A recent listing on LockBit’s leak site about Crinetics Pharmaceuticals seemed unusual. It included a disclaimer: “Those responsible for the exfiltration of data belonging to this victim have no association, indirect or direct, with the Lockbit group.”
If those who exfiltrated the data had no association with LockBit, why was the listing on LockBit’s site?
Trying to Avoid the Sanctions List
A source involved with the incident explained the disclaimer to DataBreaches. He said the attack was by “the group with no name,” and the disclaimer was because LockBit is on the sanctioned list. He told DataBreaches, “They wanted the victim to be able to pay them.”
“So why post it on LockBit at all?” DataBreaches asked.
“Alphv is down,” he answered, implying that it would have appeared on AlphV’s site if law enforcement had not seized it.
“So.. any leak site in a storm?” DataBreaches asked.
“Yes,” he replied.
Other than the disclaimer, there was nothing unusual at that point. Then, The Record reported on the listing and published a statement they obtained from Crinetics. What happened next was surprising.
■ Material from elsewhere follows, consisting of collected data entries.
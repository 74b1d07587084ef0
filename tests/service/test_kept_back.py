"""Whatever way a faulty disc is asked for, no cutting file comes unless a person asks for it with a reason.

Random movements, cutters and tunes whose disc has an error, through every door: the command, HTTP, archives, orders,
the files of a run.
"""

import io
import itertools
import json
import zipfile
from pathlib import Path
from tempfile import TemporaryDirectory
from typing import Any

import pytest
from hypothesis import HealthCheck, given, settings

from layout.documents import Cutter, Movement
from layout.file_names import CUTTING_FILES
from service.commands.main import main
from service.parts import Parts
from tests.fuzz.random_machines import cutters, movements, tunes
from tests.fuzz.test_random_discs import FAULTS, faulty
from tests.service.api.test_runs import Shop
from tests.service.conftest import sqlite_alone
from tests.service.shop import archive_of, planned
from tests.thorough import THOROUGH

FIT = {"speed": {"mode": "fit", "least": 0.5, "most": 4}}
SPOILT = {"movement": movements(), "how": FAULTS, "cutter": cutters(), "tune": tunes()}
ENDINGS = tuple(f".{name.rsplit('.', 1)[1]}" for name in CUTTING_FILES)  # of names as they are saved
NUMBERS = itertools.count(1)


def for_cutting(names: list[str]) -> list[str]:
    """Those by which something could be cut; records are drawings too, and say in their names that they are none."""
    return [name for name in names if name.endswith(ENDINGS) and "record" not in name.lower()]


def is_refused(answer: Any) -> bool:
    """Whether a cutting file was not given, in words: kept back, or none of this cutter's files at all."""
    assert answer.status_code in (404, 409, 422), answer.status_code
    assert answer.content_type == "application/problem+json"
    return True


def text_of(document: Movement | Cutter, **more: Any) -> bytes:
    return json.dumps(document.model_dump(mode="json", exclude_none=True) | more).encode()


@settings(max_examples=30 if THOROUGH else 5, suppress_health_check=[HealthCheck.function_scoped_fixture])
@given(**SPOILT)
def test_the_command_keeps_a_faulty_disc_back(movement: Movement, how: str, cutter: Cutter, tune: bytes) -> None:
    with TemporaryDirectory() as folder:
        inputs = {"tune.mid": tune, "movement.json": text_of(faulty(movement, how)), "cutter.json": text_of(cutter)}
        for name, content in inputs.items():
            Path(folder, name).write_bytes(content)
        tune_path, movement_path, cutter_path = (str(Path(folder, name)) for name in inputs)
        asked = ["plan", tune_path, "--movement", movement_path, "--cutter", cutter_path, "--out", f"{folder}/out"]

        code = main(asked)

        assert code == 3
        names = [path.name for path in Path(folder, "out").iterdir()]
        assert "layout.json" in names
        assert for_cutting(names) == []


@pytest.fixture
def shop(any_parts: Parts) -> Any:
    opened = Shop(any_parts)
    yield opened
    opened.close()


@sqlite_alone("which discs are given is decided above the store")
@settings(max_examples=30 if THOROUGH else 5, suppress_health_check=[HealthCheck.function_scoped_fixture])
@given(**SPOILT)
def test_http_keeps_a_faulty_disc_back(shop: Shop, movement: Movement, how: str, cutter: Cutter, tune: bytes) -> None:
    def ask(accept: str) -> Any:
        parts = {
            "tune": (io.BytesIO(tune), "tune.mid"),
            "movement": (io.BytesIO(text_of(faulty(movement, how))), "movement.json"),
            "cutter": (io.BytesIO(text_of(cutter)), "cutter.json"),
        }
        return shop.http.post("/v1/layouts", data=parts, headers={**shop.shop, "Accept": accept})

    made = ask("application/json")

    assert made.status_code == 201, made.text
    assert made.json["good_to_cut"] is False
    for name in CUTTING_FILES:
        assert is_refused(shop.http.get(f"{made.headers['Location']}/{name}", headers=shop.shop))
    assert is_refused(ask("image/vnd.dxf"))
    archive = ask("application/zip")
    names = zipfile.ZipFile(io.BytesIO(archive.data)).namelist() if archive.status_code == 200 else []
    assert for_cutting(names) == []


@sqlite_alone("which discs are given is decided above the store")
@settings(max_examples=30 if THOROUGH else 5, suppress_health_check=[HealthCheck.function_scoped_fixture])
@given(**SPOILT)
def test_orders_and_runs_keep_a_faulty_disc_back(
    shop: Shop, movement: Movement, how: str, cutter: Cutter, tune: bytes
) -> None:
    name = f"lot-{next(NUMBERS)}"
    for kind, text in (("movements", text_of(faulty(movement, how), id=name)), ("cutters", text_of(cutter, id=name))):
        once = {**shop.shop, "If-None-Match": "*", "Content-Type": "application/json"}
        assert shop.http.put(f"/v1/{kind}/{name}", data=text, headers=once).status_code == 201
    run_id = shop.opened(archive_of(a=tune), {"movements": [name], "cutter": name}, shop.shop)
    [item] = shop.get(f"/v1/runs/{run_id}/items", shop.shop)["items"]
    order_id = item["order"]["id"] if isinstance(item["order"], dict) else item["order"]

    planned(shop.parts, order_id)

    assert shop.seen(order_id, shop.shop)["state"] == "attention"
    assert shop.decide(order_id, "release", shop.shop, by="Ada").status_code in (409, 422)
    results = shop.http.get(f"/v1/runs/{run_id}/results.zip", headers=shop.shop)
    names = zipfile.ZipFile(io.BytesIO(results.data)).namelist()
    assert any(one.endswith("json") for one in names)
    assert for_cutting(names) == []
    for file in CUTTING_FILES:
        assert is_refused(shop.http.get(f"/v1/orders/{order_id}/plans/1/files/1/{file}", headers=shop.shop))
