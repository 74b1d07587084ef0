"""The net section: how much metal the openings leave along a ray from the centre, and along a ring about it.

A disc is weakest where most of it is cut away along one line. Every opening is cut into strips
between two pieces of its outline, each rising or falling throughout, so that over a stretch without
a corner an opening covers no less than what lies between the ends there and no more than the least
and the greatest of them. Stretches that may hold the most cut are halved until no more can be hidden in
them than LINE_GRAIN_MM or RING_GRAIN_RAD. Openings that overlap are counted once.
"""

import math
from dataclasses import dataclass
from typing import Literal

import numpy as np
import shapely

from layout.documents.feature import Feature
from layout.mechanics.arrays import FloatArray, IntArray, counted_out
from layout.mechanics.blank import feature_core_mm
from layout.mechanics.frame import on_disc_mm
from layout.mechanics.polar import Curves, Outline, Strips, outline_of
from layout.mechanics.projection import HALF_CIRCLE_BULGE, Pattern
from layout.mechanics.turning import FULL_TURN_RAD, Turning

LINE_GRAIN_MM = 1e-3  # mm; a micrometre, a fiftieth of what a fine cutter holds
RING_GRAIN_RAD = 1e-5  # rad; the same at a radius of 100 mm
_SLIVER = 1e-9  # mm or rad; a stretch between two corners below it is rounding
_AT_ONCE = 256  # stretches looked at in one go: bounds the memory


@dataclass(frozen=True, slots=True, kw_only=True)
class MetalLeft:
    """The least metal left in the band of the tracks.

    Attributes:
        from_mm: Where the band begins: the innermost edge that an opening on the innermost track has.
        to_mm: Where it ends: the outermost edge of one on the outermost track. Neither depends on the tracks used.
        line_mm: The least metal left on a ray, over the band.
        line_angle_rad: Where on the disc, in [0, 2π).
        ring_mm: What is left, along it, of the ring that keeps the least share of itself.
        ring_radius_mm: Its radius.
    """

    from_mm: float
    to_mm: float
    line_mm: float
    line_angle_rad: float
    ring_mm: float
    ring_radius_mm: float

    @property
    def line_share(self) -> float:
        """The least metal left on a ray as a share of the band."""
        return self.line_mm / (self.to_mm - self.from_mm)

    @property
    def ring_share(self) -> float:
        """The least share of a ring that is left."""
        return self.ring_mm / (FULL_TURN_RAD * self.ring_radius_mm)


@dataclass(frozen=True, slots=True, kw_only=True, eq=False)
class _Cover:
    """Strips of all openings, over stretches of angle or of radius.

    Attributes:
        from_to: Shape (n, 2). Where each lies; in the order in which they begin.
        low: Shape (n,). Where it begins there.
        high: Shape (n,). Where it ends there.
        unit: Of from_to. Over angles ("rad") what is covered is a length on a ray; over radii ("mm") it is
            an angle, which begins again after a turn.
        band_mm: From where to where what is covered counts on a ray.
    """

    from_to: FloatArray
    low: Curves
    high: Curves
    unit: Literal["rad", "mm"]
    band_mm: tuple[float, float]

    def covered(self, stretch: FloatArray) -> tuple[FloatArray, FloatArray, FloatArray]:
        """Shapes (k,). What is covered at either end of stretches without a corner inside, and the most in between."""
        which, strip = self._over(stretch.mean(axis=1))
        still = np.zeros(len(strip))
        low, high = self.low.of(strip, turned_rad=still), self.high.of(strip, turned_rad=still)
        first, last = stretch[which, 0], stretch[which, 1]
        ends = [(self._crossing(low, at), self._crossing(high, at)) for at in (first, last)]
        widest = np.minimum(ends[0][0], ends[1][0]), np.maximum(ends[0][1], ends[1][1])
        at_first, at_last, most = (self._union(which, *each, len(stretch)) for each in (*ends, widest))
        # Between two parallel straight pieces the width on a ray rises or falls throughout too, so at most it is
        # what it is at an end; the sum of the widths is never below what they cover together.
        parallel = np.abs(low.direction_rad - high.direction_rad) < _SLIVER
        parallel &= np.isnan(low.round_mm) & np.isnan(high.round_mm) & (self.unit == "rad")
        end_mm = np.maximum(ends[0][1] - ends[0][0], ends[1][1] - ends[1][0])
        widths = np.where(parallel, end_mm, widest[1] - widest[0])
        return at_first, at_last, np.minimum(most, np.bincount(which, widths, len(stretch)))

    def _crossing(self, curves: Curves, at: FloatArray) -> FloatArray:
        crossing = curves.crossing(at, self.unit)
        return np.clip(crossing, *self.band_mm) if self.unit == "rad" else crossing

    def _over(self, place: FloatArray) -> tuple[IntArray, IntArray]:
        """Pairs of a place and a strip that lies over it; strips are in the order in which they begin."""
        first = np.searchsorted(self.from_to[:, 0], place - self.longest)
        count = np.searchsorted(self.from_to[:, 0], place) - first
        which, strip = counted_out(first, count)
        over = self.from_to[strip, 1] > place[which]
        return which[over], strip[over]

    @property
    def longest(self) -> float:
        """Of all strips."""
        return float(np.ptp(self.from_to, axis=1).max())

    def most_alone(self) -> FloatArray:
        """Shape (n,). The most each strip covers anywhere."""
        lows = [self._crossing(self.low, self.from_to[:, end]) for end in (0, 1)]
        highs = [self._crossing(self.high, self.from_to[:, end]) for end in (0, 1)]
        return np.asarray(np.maximum(*highs) - np.minimum(*lows))

    def _union(self, group: IntArray, low: FloatArray, high: FloatArray, count: int) -> FloatArray:
        """Shape (count,). Length of the union of the stretches of each group."""
        if not len(group):
            return np.zeros(count)
        if self.unit == "mm":
            start = np.mod(low, FULL_TURN_RAD)
            past = start + (high - low) - FULL_TURN_RAD
            over = past > 0
            group = np.concatenate([group, group[over]])
            low = np.concatenate([start, np.zeros(np.count_nonzero(over))])
            high = np.concatenate([np.minimum(past, 0.0) + FULL_TURN_RAD, past[over]])
        order = np.lexsort((low, group))
        group, low, high = group[order], low[order], high[order]
        # The groups are moved apart, so that one running maximum serves them all.
        moved = group * (float(high.max() - low.min()) + 1.0)
        reach = np.maximum.accumulate(high + moved)
        before = np.concatenate([[-np.inf], reach[:-1]])
        added = np.maximum(reach - np.maximum(low + moved, before), 0.0)
        return np.asarray(np.bincount(group, added, count), dtype=np.float64)


def metal_left(
    pattern: Pattern,
    turning: Turning,
    track_index: IntArray,
    edge_angle_rad: FloatArray,
    features: tuple[Feature, ...] = (),
) -> MetalLeft | None:
    """The least metal the openings leave in the band of the tracks, within LINE_GRAIN_MM and RING_GRAIN_RAD.

    None where there are no openings, or where one reaches over the centre of the disc.

    Args:
        pattern: The openings' pattern; its `opening` is what is counted, round ends included.
        turning: The movement's turning.
        track_index: Shape (n,). Place of each opening's track, from 0.
        edge_angle_rad: Shape (n,). Working-edge angle of each opening.
        features: The blank's holes, slots and notches: what of them lies in the band is missing too.
    """
    openings = [
        (_on_track(pattern, turning, index), edge_angle_rad[track_index == index])
        for index in np.unique(track_index).tolist()
    ]
    found = [(outline, angles_rad) for outline, angles_rad in openings if outline is not None]
    innermost, outermost = (_on_track(pattern, turning, index) for index in (0, len(turning.radius_mm) - 1))
    if not found or len(found) < len(openings) or innermost is None or outermost is None:
        return None
    from_mm, to_mm = innermost.reach_mm[0], outermost.reach_mm[1]
    for feature in features:
        outline = _of_feature(feature)
        if outline is not None and outline.reach_mm[0] < to_mm and outline.reach_mm[1] > from_mm:
            found.append((outline, np.radians(feature.angles_deg)))
    line_mm, line_angle_rad = _most_covered(_rays(found, (from_mm, to_mm)), (0.0, FULL_TURN_RAD), LINE_GRAIN_MM)
    ring_rad, ring_radius_mm = _most_covered(_rings(found, (from_mm, to_mm)), (from_mm, to_mm), RING_GRAIN_RAD)
    return MetalLeft(
        from_mm=from_mm,
        to_mm=to_mm,
        line_mm=max(to_mm - from_mm - line_mm, 0.0),
        line_angle_rad=math.fmod(line_angle_rad, FULL_TURN_RAD),
        ring_mm=max(FULL_TURN_RAD - ring_rad, 0.0) * ring_radius_mm,
        ring_radius_mm=ring_radius_mm,
    )


def _on_track(pattern: Pattern, turning: Turning, index: int) -> Outline | None:
    radius_mm = turning.radius_mm[[index]]
    [points_mm] = on_disc_mm(pattern.opening.points_mm, radius_mm, np.zeros(1), turning.direction, pattern.strike_u_mm)
    # An anticlockwise disc turns the frame over, and with it the way every bulge bends.
    return outline_of(points_mm, pattern.opening.bulges * turning.direction)


def _of_feature(feature: Feature) -> Outline | None:
    """The outline of a feature where it lies at 0 degrees: a rectangle, or a line grown by a radius."""
    core, round_mm = feature_core_mm(feature, 0.0)
    points_mm = shapely.get_coordinates(core)
    if not round_mm:
        return outline_of(points_mm[:-1], np.zeros(len(points_mm) - 1))
    first, last = points_mm[0], points_mm[-1]
    length_mm = float(np.hypot(*(last - first)))
    along = (last - first) / length_mm if length_mm else np.array([1.0, 0.0])
    across = round_mm * np.array([-along[1], along[0]])
    corners = np.array([first - across, last - across, last + across, first + across])
    return outline_of(corners, np.array([0.0, HALF_CIRCLE_BULGE, 0.0, HALF_CIRCLE_BULGE]))


def _rays(outlines: list[tuple[Outline, FloatArray]], band_mm: tuple[float, float]) -> _Cover:
    """What lies on rays: strips over angle, those that reach past the full turn given a second time before it."""
    parts = []
    for outline, angles_rad in outlines:
        strips = outline.by_angle
        strip = np.tile(np.arange(len(strips.low)), len(angles_rad))
        turned_rad = np.repeat(angles_rad, len(strips.low))
        turned_rad = turned_rad - FULL_TURN_RAD * np.floor((strips.from_to[strip, 0] + turned_rad) / FULL_TURN_RAD)
        past = strips.from_to[strip, 1] + turned_rad > FULL_TURN_RAD
        strip = np.concatenate([strip, strip[past]])
        turned_rad = np.concatenate([turned_rad, turned_rad[past] - FULL_TURN_RAD])
        parts.append((outline.curves, strips, strip, turned_rad, turned_rad))
    return _joined(parts, band_mm)


def _rings(outlines: list[tuple[Outline, FloatArray]], band_mm: tuple[float, float]) -> _Cover:
    """What lies on rings: strips over radius."""
    parts = []
    for outline, angles_rad in outlines:
        strips = outline.by_radius
        strip = np.tile(np.arange(len(strips.low)), len(angles_rad))
        turned_rad = np.repeat(angles_rad, len(strips.low))
        parts.append((outline.curves, strips, strip, turned_rad, np.zeros(len(strip))))
    return _joined(parts, band_mm)


def _joined(
    parts: list[tuple[Curves, Strips, IntArray, FloatArray, FloatArray]], band_mm: tuple[float, float]
) -> _Cover:
    """The strips of all tracks: each with its curves, its strips, which of them, turned by how much, and moved."""
    from_to = np.concatenate([strips.from_to[strip] + moved[:, None] for _, strips, strip, _, moved in parts])
    low = [curves.of(strips.low[strip], turned_rad=turned) for curves, strips, strip, turned, _ in parts]
    high = [curves.of(strips.high[strip], turned_rad=turned) for curves, strips, strip, turned, _ in parts]
    order = np.argsort(from_to[:, 0], kind="stable")
    still = np.zeros(len(order))
    return _Cover(
        from_to=from_to[order],
        low=Curves.joined(low).of(order, turned_rad=still),
        high=Curves.joined(high).of(order, turned_rad=still),
        unit=parts[0][1].unit,
        band_mm=band_mm,
    )


def _most_covered(cover: _Cover, whole: tuple[float, float], grain: float) -> tuple[float, float]:
    """The most that is covered anywhere, within the grain, and where."""
    stretch, most = _stretches(cover, whole)
    best, place = 0.0, whole[0]
    while True:
        live = (most > best + grain) & (stretch[:, 1] - stretch[:, 0] > _SLIVER)
        if not live.any():
            return best, place
        stretch, most = stretch[live], most[live]
        # Rounded, so that of places alike but for the last digit the first is told on every machine.
        order = np.argsort(-np.rint(most / grain), kind="stable")
        now, later = order[:_AT_ONCE], order[_AT_ONCE:]
        at_first, at_last, bound = cover.covered(stretch[now])
        for covered, at in ((at_first, stretch[now, 0]), (at_last, stretch[now, 1])):
            top = int(np.argmax(covered > covered.max() - _SLIVER))
            if covered[top] > best + _SLIVER:
                best, place = float(covered[top]), float(at[top])
        middle = stretch[now].mean(axis=1)
        halves = np.concatenate([np.stack([stretch[now, 0], middle], 1), np.stack([middle, stretch[now, 1]], 1)])
        stretch = np.concatenate([stretch[later], halves])
        most = np.concatenate([most[later], bound, bound])


def _stretches(cover: _Cover, whole: tuple[float, float]) -> tuple[FloatArray, FloatArray]:
    """The stretches between corners, and what is covered in each at most: every strip there at its most."""
    from_to = np.clip(cover.from_to, *whole)
    stops, place = np.unique(from_to, return_inverse=True)
    place = place.reshape(from_to.shape)
    alone = cover.most_alone()
    change = np.bincount(place[:, 0], alone, len(stops)) - np.bincount(place[:, 1], alone, len(stops))
    stretch = np.stack([stops[:-1], stops[1:]], axis=1)
    # Sums and differences of some thousand lengths leave rounding far below the grain.
    return stretch, np.cumsum(change)[:-1]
Threat Actors Break Off Negotiations
In response to the article, the threat actors removed the original listing and replaced it with a statement that began:
We have failed to reach an agreement with the Crinetics organization, given their unscrupulous behavior. We clearly instructed the victim to not engage in talks with the media, this includes responding to the media regarding this breach. Crinetics chose to disobey these demands and provided a statement to Recorded Future, downplaying the incident as well as the data. We therefore refused to accept their measly $1.8m USD offer and have ceased communications.
A chat log posted on the leak site seems to confirm their claim about breaking off negotiations. The log indicates that after the threat actors saw the statement, the negotiator told Crinetics they would have 15 minutes to pay the original $4 million demand, or the negotiations would be over.
The Crinetics negotiator seemed stunned, allegedly responding, “Are you really willing to gain nothing from this?” When the threat actors’ negotiator said they were willing to walk away to set an example for future victims, the Crinetics negotiator allegedly replied, “We are baffled to say the least. You are really willing to walk away from $1.8 million?”
DataBreaches was equally baffled, but the source, who was involved in the negotiations, insisted it was all true. DataBreaches asked him bluntly, “Are you that rich?”
“We have to set an example from these thugs. It’s not about being rich,” he answered. “We cannot let these thugs and animal abusers get away with downplaying incidents and lowballing.”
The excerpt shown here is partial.